An exact, complete copy of the data that follows is needed.

DATA TO USE section start

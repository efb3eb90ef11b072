import { readFile } from "node:fs/promises";
import { differences, type Protocol } from "../../app/protocol/index.ts";
import { protocolToJson } from "../../app/report/index.ts";
import { pathKind } from "../services/index.ts";

const SHOWN = 5;

/** Before a folder of results is filled again by another protocol: what is replaced, and why; empty where nothing is. */
export async function redoneInWords(
  place: { readonly protocol: string; readonly results: readonly string[] },
  protocol: Protocol,
): Promise<string> {
  let before: unknown;
  try {
    before = JSON.parse(await readFile(place.protocol, "utf8"));
  } catch {
    return "";
  }
  const changed = differences(before, JSON.parse(protocolToJson(protocol)));
  if (changed.length === 0) return "";
  const kinds = await Promise.all(place.results.map((file) => pathKind(file)));
  const there = kinds.filter((kind) => kind === "file").length;
  if (there === 0) return "";
  const keys = changed.slice(0, SHOWN).map(({ key, was, is }) => `${key} was ${say(was)}, is ${say(is)}`);
  const more = changed.length > SHOWN ? `; and ${changed.length - SHOWN} more keys` : "";
  return `rungline: fitted before with another protocol: ${there} result${there === 1 ? " is" : "s are"} replaced (${keys.join("; ")}${more})\n`;
}

function say(value: unknown): string {
  return value === undefined ? "not there" : JSON.stringify(value);
}
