export * from "./constants.ts";
export * from "./air-index.ts";
export * from "./light-axis.ts";
export * from "./transmission.ts";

DATA TO USE section end

■ EXERCISE ANSWER:
repository efb3eb90ef11b072
import { readFile } from "node:fs/promises";
import { differences, type Protocol } from "../../app/protocol/index.ts";
import { protocolToJson } from "../../app/report/index.ts";
import { pathKind } from "../services/index.ts";

const SHOWN = 5;

/** Before a folder of results is filled again by another protocol: what is replaced, and why; empty where nothing is. */
export async function redoneInWords(
  place: { readonly protocol: string; readonly results: readonly string[] },
  protocol: Protocol,
): Promise<string> {
  let before: unknown;
  try {
    before = JSON.parse(await readFile(place.protocol, "utf8"));
  } catch {
    return "";
  }
  const changed = differences(before, JSON.parse(protocolToJson(protocol)));
  if (changed.length === 0) return "";
  const kinds = await Promise.all(place.results.map((file) => pathKind(file)));
  const there = kinds.filter((kind) => kind === "file").length;
  if (there === 0) return "";
  const keys = changed.slice(0, SHOWN).map(({ key, was, is }) => `${key} was ${say(was)}, is ${say(is)}`);
  const more = changed.length > SHOWN ? `; and ${changed.length - SHOWN} more keys` : "";
  return `rungline: fitted before with another protocol: ${there} result${there === 1 ? " is" : "s are"} replaced (${keys.join("; ")}${more})\n`;
}

function say(value: unknown): string {
  return value === undefined ? "not there" : JSON.stringify(value);
}
export * from "./constants.ts";
export * from "./air-index.ts";
export * from "./light-axis.ts";
export * from "./transmission.ts";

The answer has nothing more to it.